Copy out, from the data, each line containing the string "getByLabel".

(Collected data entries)
——————

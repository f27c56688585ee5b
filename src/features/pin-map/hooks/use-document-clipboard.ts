import { useEffect, useEffectEvent, type RefObject } from 'react';

/**
 * Copy and paste for an element that holds the focus. Chromium sends clipboard events to the
 * element holding the text selection, which need not be the focused grid, so they are caught on
 * the document while the element itself has the focus.
 */
export function useDocumentClipboard(
  elementRef: RefObject<HTMLElement | null>,
  handlers: { onCopy: (event: ClipboardEvent) => void; onPaste: (event: ClipboardEvent) => void },
) {
  const onClipboard = useEffectEvent((event: ClipboardEvent) => {
    if (!elementRef.current || document.activeElement !== elementRef.current) return;
    if (event.type === 'paste') handlers.onPaste(event);
    else handlers.onCopy(event);
  });
  useEffect(() => {
    const listener = (event: ClipboardEvent) => onClipboard(event);
    document.addEventListener('paste', listener);
    document.addEventListener('copy', listener);
    return () => {
      document.removeEventListener('paste', listener);
      document.removeEventListener('copy', listener);
    };
  }, []);
}
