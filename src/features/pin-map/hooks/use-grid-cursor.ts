import { useState } from 'react';
import { rangeBetween, type GridPosition } from '../lib/navigation.ts';
import type { CellRange } from '../lib/pin-edits.ts';
import type { PinRow } from '../lib/rows.ts';

export interface CellKey {
  pinId: number;
  columnId: string;
}

/**
 * The focused cell and the far corner of the marked range. Kept by pin and column, not by
 * position, so both stay on the same cell when rows are sorted, filtered or hidden.
 */
export function useGridCursor({
  rows,
  columnIds,
  rowIndexOf,
}: {
  rows: PinRow[];
  columnIds: string[];
  rowIndexOf: Map<number, number>;
}) {
  const [active, setActive] = useState<CellKey | null>(null);
  const [anchor, setAnchor] = useState<CellKey | null>(null);

  const positionOf = (key: CellKey | null): GridPosition | null => {
    if (!key) return null;
    const row = rowIndexOf.get(key.pinId);
    const column = columnIds.indexOf(key.columnId);
    return row === undefined || column < 0 ? null : { row, column };
  };
  const activePos = positionOf(active);
  const anchorPos = positionOf(anchor);
  const range: CellRange | null =
    activePos && anchorPos ? rangeBetween(anchorPos, activePos) : null;

  const keyAt = (pos: GridPosition): CellKey | null => {
    const row = rows[pos.row];
    const columnId = columnIds[pos.column];
    return row && columnId ? { pinId: row.pin.id, columnId } : null;
  };

  /** Where the focus starts: the first row's function cell. */
  const defaultPosition = (): GridPosition => ({
    row: 0,
    column: Math.max(0, columnIds.indexOf('function')),
  });

  /** The marked range, or the focused cell alone. */
  const currentRange = (): CellRange | null =>
    range ?? (activePos ? rangeBetween(activePos, activePos) : null);

  return {
    active,
    setActive,
    anchor,
    setAnchor,
    activePos,
    range,
    keyAt,
    defaultPosition,
    currentRange,
  };
}
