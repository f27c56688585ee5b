import { expect, test } from '@playwright/test';
import { DEMO, signIn, signOut } from './support/session.ts';

test('a new conversion opens on a first-run pin map and takes a connector from the pinout library', async ({
  page,
}) => {
  await signIn(page, DEMO.builder);
  await page.getByRole('button', { name: 'New conversion' }).click();
  await page.getByLabel('Name').fill('Kenver gritter');
  await page.getByLabel('Donor engine').fill('KT-20 2.0 L turbo I4');
  await page.getByLabel('Receiving vehicle').fill('Corran 100, 1979');
  await page.getByRole('button', { name: /Create|Start/ }).click();
  await expect(page.getByRole('heading', { name: 'Kenver gritter', level: 1 })).toBeVisible();
  await expect(page.getByText('on 0 connectors')).toBeVisible();

  await page.getByRole('link', { name: 'Pin map', exact: true }).click();
  const firstRun = page.getByRole('region', {
    name: 'Add the donor’s ECU connectors: from the library, by CSV, or by hand',
  });
  await expect(firstRun).toBeVisible();
  await expect(page.getByText('No pins match the filters')).toHaveCount(0);
  await expect(firstRun.getByRole('link', { name: 'Import a CSV' })).toHaveAttribute(
    'href',
    /\/files$/,
  );
  await page.screenshot({ path: 'test-results/screens/pin-map-first-run.png', fullPage: true });

  await firstRun.getByRole('button', { name: 'From the pinout library' }).click();
  const library = page.getByRole('region', { name: 'Add a connector from the pinout library' });
  const template = library.getByLabel('Template', { exact: true });
  const j1962 = await template.locator('option', { hasText: 'J1962' }).getAttribute('value');
  await template.selectOption(j1962!);
  await library.getByLabel('New connector label').fill('DLC');
  await page.screenshot({ path: 'test-results/screens/pin-map-from-library.png', fullPage: true });
  await library.getByRole('button', { name: 'Add connector from template' }).click();
  await expect(library).toHaveCount(0);
  await expect(page.getByRole('article', { name: 'Connector DLC' })).toContainText('16 cavities');
  await expect(page.getByText(/^Showing 16 of 16 pins$/)).toBeVisible();
  // Beside "Add connector" the library stays on offer.
  await expect(page.getByRole('button', { name: 'Add from the pinout library' })).toBeVisible();

  await page.getByRole('link', { name: 'Overview', exact: true }).click();
  await expect(page.getByText('on 1 connector', { exact: false })).toBeVisible();
  await expect(page.getByText('0 feeds')).toBeVisible();
  await signOut(page);
});

test('an invited person shows as Invited until they set a password', async ({ page }) => {
  await signIn(page, DEMO.admin);
  await page.goto('/admin/users');
  await page.getByLabel('Name').fill('Tegen Roe');
  await page.getByLabel('E-mail').fill('tegen@example.com');
  await page.getByRole('button', { name: /Add|Invite/ }).click();
  const row = page.getByRole('row').filter({ hasText: 'tegen@example.com' });
  await expect(row.getByText('Invited')).toBeVisible();
  await expect(
    page.getByRole('row').filter({ hasText: DEMO.builder }).getByText('Active'),
  ).toBeVisible();
  await page.screenshot({ path: 'test-results/screens/users-invited.png', fullPage: true });
});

——————

Task result:
  await page.getByLabel('Name').fill('Kenver gritter');
  await page.getByLabel('Donor engine').fill('KT-20 2.0 L turbo I4');
  await page.getByLabel('Receiving vehicle').fill('Corran 100, 1979');
  const template = library.getByLabel('Template', { exact: true });
  await library.getByLabel('New connector label').fill('DLC');
  await page.getByLabel('Name').fill('Tegen Roe');
  await page.getByLabel('E-mail').fill('tegen@example.com');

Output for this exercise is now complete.